Aujourd’hui, nos diplômés ne font pas que renouer avec l’École : ils accompagnent les étudiants à titre de mentors, nous conseillent sur les tendances de l’industrie, soutiennent la recherche et investissent dans l’avenir à Concordia. Voir renaître chez eux cette fierté et ce sentiment d’appartenance a été l’un des aspects les plus gratifiants de mon travail.
Qu’est-ce qui attend l’Université et votre faculté ? Que souhaitez-vous que les gens sachent au sujet du travail de votre faculté et de l’équipe du développement à Concordia ?

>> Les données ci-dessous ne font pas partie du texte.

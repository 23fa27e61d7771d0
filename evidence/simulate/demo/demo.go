// Package demo is the worked example: a case folder that is invented from end to end, made from a fixed seed. Its traces come from
// package simulate with a known truth. Nothing in it is real, and it proves nothing about the program.
package demo

import (
	"bytes"
	"embed"
	"fmt"
	"io/fs"
	"sort"

	"assaywrit/evidence/simulate"
)

// A File is one file of the case folder; its path has forward slashes.
type File struct {
	Path string
	Data []byte
}

//go:embed case
var texts embed.FS

// Files returns the whole case folder, sorted by path. Two calls give the same bytes.
func Files() ([]File, error) { return filesOf(simulated()) }

// filesOf is the case folder with the traces of a simulated batch.
func filesOf(b *simulate.Batch) ([]File, error) {
	var files []File
	err := fs.WalkDir(texts, "case", func(path string, d fs.DirEntry, err error) error {
		if err != nil || d.IsDir() {
			return err
		}
		data, err := texts.ReadFile(path)
		files = append(files, File{path[len("case/"):], data})
		return err
	})
	if err != nil {
		return nil, err
	}
	files = append(files, File{"sequence.csv", sequence()})
	for i, row := range batch {
		run, err := acquire(b, i)
		if err != nil {
			return nil, fmt.Errorf("%s: %w", row.file(i), err)
		}
		var out bytes.Buffer
		if err := simulate.WriteMzML(&out, run); err != nil {
			return nil, fmt.Errorf("%s: %w", row.file(i), err)
		}
		files = append(files, File{row.file(i), out.Bytes()})
	}
	sort.Slice(files, func(i, j int) bool { return files[i].Path < files[j].Path })
	return files, nil
}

En regardant vers l’avenir, j’ai l’impression que Concordia et l’École de génie et informatique Gina Cody sont à l’aube de quelque chose de vraiment passionnant. Nous nous préparons déjà à notre prochaine campagne de financement, et cette fois-ci, le contexte me semble différent : nous avons des relations plus solides avec nos diplômés, une vision plus claire de notre identité et une communauté qui croit véritablement à l’impact de l’École.
Ce que j’aimerais que les gens sachent, c’est que l’ École de génie et informatique Gina Cody est animée par une énergie et une réelle volonté d’agir. Nos étudiants sont curieux et ambitieux, nos chercheurs s’attaquent à des problèmes concrets et nos diplômés accomplissent des choses extraordinaires partout dans le monde.
Et en coulisses, notre équipe du développement travaille sans relâche à mettre en place l’infrastructure et à créer l’élan nécessaires pour rendre possibles de grandes réalisations. C’est beaucoup de travail, mais c’est un travail porteur de sens et je suis fière de contribuer à façonner la prochaine étape de cette aventure.
Quel conseil de carrière donneriez-vous aux autres ?
Si je devais offrir un seul conseil de carrière à une personne qui travaille en collecte de fonds, ce serait celui-ci : considérez chaque relation comme si elle était l’élément le plus important de votre travail.
La collecte de fonds ne repose pas vraiment sur les propositions, les campagnes ou les ententes de don – elle repose sur les personnes. Plus vous investissez sincèrement dans le fait d’apprendre à connaître quelqu’un, de comprendre ce qui compte pour cette personne et d’entretenir la relation avec constance au fil du temps, plus tout le reste se met naturellement en place.
Les donateurs savent faire la différence lorsque vous êtes pressé, lorsque votre approche est transactionnelle ou lorsque votre seul intérêt est d’obtenir un don. Mais ils savent aussi reconnaître la sincérité. Les relations que vous bâtissez aujourd’hui deviennent les partenariats, les ambassadeurs et les alliés sur lesquels vous pourrez compter des années plus tard.
Ce sont ces relations qui donnent tout son sens à ce travail.